If someone wants to download a specific book or watch a specific movie and downloads it for free, that’s clear copyright infringement, he said. But that’s harder to address with an AI model.
“If you trained an algorithm on one copyrighted work only, that would be a problem,” he said, but market harm in AI training is harder to prove. “Training on many books doesn’t necessarily harm any specific author’s market—especially if the model isn’t reproducing their work verbatim.”
Scraping copyrighted books may still strike most of us as deeply unfair, and lawyers representing both creators and AI companies — including OpenAI, Anthropic, and Meta — are arguing these issues in several high-profile cases. But the fact remains: AI copyright debates are not one-sided.
Even the US Copyright Office agrees the issue of “fair use” is complicated. The twisted pretzel of logic is clearly why the agency weighed in on the arguments in early May, with a 108-page report on whether the unauthorized use of copyrighted materials to train generative AI systems is fair use.
But Atkinson does not seem to think there is any argument to be had. He doubled down in direct messages with me, and then wrote a new blog post on LinkedIn, tripling down on his belief that apparently there is no other side to the story, quoting my article and messages at length.
He told me that “I hate to sound like a broken record, but I do believe if you follow the arguments to their logical conclusions, you'll find that they all work at least as well for humans as for GenAI companies.”
I, on the other hand, believe both sides of the copyright-and-AI debate have logic to them. If you follow Atkinson’s argument to its logical conclusion, it seems to suggest that all copyright and IP protections could be invalidated. I’m certain he’s trying to point out the hypocrisy in the idea that AI companies can train on millions of creative works without issue, while a human who downloads one pirated book is considered a thief. And like Atkinson, I enjoy these conversations — and hope to have more of them.

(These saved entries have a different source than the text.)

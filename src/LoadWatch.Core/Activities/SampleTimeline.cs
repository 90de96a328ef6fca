using LoadWatch.Quality;
using LoadWatch.Recordings;

namespace LoadWatch.Activities;

/// <summary>
/// The dated rows of a recording in time order, rows of one time in the order of the file: the same for each of its channels. Mostly the file
/// is in time order and dated throughout; then nothing is copied. A row stands until the next, at most 10 s, and not while the timer stood.
/// </summary>
internal sealed class SampleTimeline
{
    private readonly int[]? rows;

    private SampleTimeline(long[] times, int[]? rows, StoppedTimes stopped)
    {
        this.rows = rows;
        Times = times;
        Milliseconds = new int[times.Length];
        Stand();
        TakeOut(stopped);
    }

    /// <summary>When each row was taken.</summary>
    public long[] Times { get; }

    /// <summary>How long each row stands.</summary>
    public int[] Milliseconds { get; }

    public long TotalMilliseconds { get; private set; }

    /// <summary>Whether the rows stand in the file as they do here.</summary>
    public bool IsAsInFile => rows is null;

    /// <summary>Whether several rows have one time.</summary>
    public bool HasSameTimes { get; private set; }

    /// <summary>When the timer stood. None where that leaves no row at all: such a timer was never used.</summary>
    public StoppedTimes Stopped { get; private set; } = StoppedTimes.None;

    /// <summary>Rows taken while the timer stood: the first, and the one behind the last.</summary>
    public List<(int From, int To)> StoppedRows { get; } = [];

    /// <param name="times">Of every row, some perhaps <see cref="SampleSeries.Undated"/>.</param>
    public static SampleTimeline Of(long[] times, IReadOnlyList<Pause> pauses)
    {
        var stopped = StoppedTimes.Of(pauses);
        if (IsInOrder(times))
        {
            return new SampleTimeline(times, rows: null, stopped);
        }

        int[] inOrder = [.. Enumerable.Range(0, times.Length).Where(row => times[row] != SampleSeries.Undated).OrderBy(row => times[row])];
        return new SampleTimeline(Array.ConvertAll(inOrder, row => times[row]), inOrder, stopped);
    }

    /// <summary>The values of every row in the order of this line.</summary>
    public double[] Ordered(double[] values) => rows is null ? values : Array.ConvertAll(rows, row => values[row]);

    /// <summary>Unsigned, so that times from both ends of the range do not overflow: the later row comes second.</summary>
    public static int Apart(long time, long next) => (int)Math.Min(UsableSamples.LongestMilliseconds, unchecked((ulong)(next - time)));

    private void Stand()
    {
        for (var row = 0; row < Times.Length - 1 && row < Milliseconds.Length; row++)
        {
            var apart = Apart(Times[row], Times[row + 1]);
            Milliseconds[row] = apart;
            TotalMilliseconds += apart;
            HasSameTimes |= apart == 0;
        }
    }

    private void TakeOut(StoppedTimes stopped)
    {
        var left = Times.Length;
        for (var at = 0; at < stopped.Count; at++)
        {
            var (from, to) = (FirstFrom(stopped[at].Start), FirstFrom(stopped[at].End));
            left -= to - from;
            if (to > from)
            {
                StoppedRows.Add((from, to));
            }
        }

        if (stopped.Count == 0 || left == 0)
        {
            StoppedRows.Clear();
            return;
        }

        Stopped = stopped;
        for (var at = 0; at < stopped.Count; at++)
        {
            EndBefore(FirstFrom(stopped[at].Start), stopped[at].Start);
        }

        StoppedRows.ForEach(stretch => Milliseconds.AsSpan(stretch.From, stretch.To - stretch.From).Clear());
        TotalMilliseconds = 0;
        foreach (var milliseconds in Milliseconds)
        {
            TotalMilliseconds += milliseconds;
        }
    }

    /// <summary>The row before one stands until a moment at most.</summary>
    private void EndBefore(int row, long moment)
    {
        if (row > 0)
        {
            Milliseconds[row - 1] = Math.Min(Milliseconds[row - 1], Apart(Times[row - 1], moment));
        }
    }

    private int FirstFrom(long time) => Sorted.FirstFrom<long, long>(Times, time, one => one);

    /// <summary>Undated is the smallest number there is, so it is in order nowhere but in front.</summary>
    private static bool IsInOrder(long[] times)
    {
        var before = SampleSeries.Undated + 1;
        foreach (var time in times)
        {
            if (time < before)
            {
                return false;
            }

            before = time;
        }

        return true;
    }
}
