using System.Globalization;
using LoadWatch.Activities;
using LoadWatch.Storage;
using LoadWatch.Storage.Activities;
using NodaTime;

namespace LoadWatch.Service.Explain;

/// <summary>What a recording gives to its activity, in words: which of its readings count, and why others do not.</summary>
public static class ContributionText
{
    /// <summary><c>gives power and heart rate after 40 min</c>; minutes from the start of the activity.</summary>
    public static string Of(StoreSession session, StoredMerge merge, Contribution contribution) => contribution.Role switch
    {
        ContributionRole.Wins when contribution.Gifts is null => "wins, all of it counts",
        ContributionRole.Wins => $"wins{Gifts(contribution, merge.Frame.Start, ", gives ")}",
        ContributionRole.Gives => Gifts(contribution, merge.Frame.Start, "gives "),
        ContributionRole.Superseded => $"superseded by {FileOf(session, merge.Winner.Sha)}: {Because(session, merge, contribution)}",
        ContributionRole.Replaced => $"replaced under its name by {Replacement(session, contribution)}",
        _ => "gives nothing: its original in the archive is missing or damaged",
    };

    /// <summary>The ordinally smallest name (I-5) with the first digits of the content.</summary>
    public static string FileOf(StoreSession session, string sha) =>
        session.Sightings.Of(sha) is [var first, ..] ? $"{OneLine.Of(first.Path)} ({sha[..12]})" : sha[..12];

    private static string Replacement(StoreSession session, Contribution contribution) =>
        string.Join(", ", (session.Sightings.Replaced(RecordingKey.Parse(contribution.Key).Sha) ?? []).Select(sha => FileOf(session, sha)));

    private static string Because(StoreSession session, StoredMerge merge, Contribution contribution)
    {
        var (sha, part) = RecordingKey.Parse(contribution.Key);
        var own = session.Recordings.OfArrival(sha).First(recording => recording.Part == part);
        var common = SessionOverlap.Common(own, merge.Winner);
        return common == Duration.Zero
            ? "they start together"
            : $"they overlap {Minutes(common)} of {Minutes(Duration.Min(SessionOverlap.Length(own), SessionOverlap.Length(merge.Winner)))} min";
    }

    private static string Gifts(Contribution contribution, Instant start, string before) =>
        contribution.Gifts is { Count: > 0 } gifts ? before + string.Join(", ", gifts.Select(gift => GiftText(gift, start))) : "";

    private static string GiftText(Gift gift, Instant start) => gift.Whole switch
    {
        WholeGift.Sets => "its sets",
        WholeGift.StatedDistance => "the distance it states",
        WholeGift.Sport => "its sport",
        _ => $"{ChannelWords.Of(gift.Channel!.Value)}{string.Join(" and", gift.Stretches.Select(stretch => When(stretch, start.ToUnixTimeMilliseconds())))}",
    };

    private static string When(Stretch stretch, long start) => (stretch.From - start, stretch.To - start) switch
    {
        (null, null) => "",
        ({ } from, null) => $" after {Minutes(Duration.FromMilliseconds(from))} min",
        (null, { } to) => $" until {Minutes(Duration.FromMilliseconds(to))} min",
        ({ } from, { } to) => $" from {Minutes(Duration.FromMilliseconds(from))} to {Minutes(Duration.FromMilliseconds(to))} min",
    };

    private static string Minutes(Duration time) => time.TotalMinutes.ToString("0.#", CultureInfo.InvariantCulture);
}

But his unwillingness to acknowledge the complexity of the other side risks dismissing the nuance — and the law is rarely black and white. I think it diminishes a serious and highly-complex legal issue that many lawyers have told me could ultimately reach the Supreme Court.
From an economic viewpoint, a pirated book used by a student for an exam is an input to the production of an outcome (mark) that remains limited to the student. The pirated book used by an AI company is an input to the production of a product that (i) might compete with book creators and (ii) feeds growth of the company's market power. Hence, in the latter case the goal is external to the company that produces negative spillovers, and the unduly advantage obtained by not bearing the input cost can be considered as a practice of unfair competition! One could say: well, if the student learns more than her/his/their colleagues than that's also an advantage. But to compare one atomistic unit (the student) in a large market (the class or the future Labour market) and a company in an oligopolistic setting is not a proper comparison. So, yes, AI companies' copyright infringement is worse in terms of social welfare compared to individual ones!
Your prediction about the complexity proved spot on with the recent Anthropic ruling. The judge found AI training itself to be fair use, but Anthropic still faces a December trial over using millions of pirated books to build their training library. I guess the implications around AI training will just keep unraveling over time.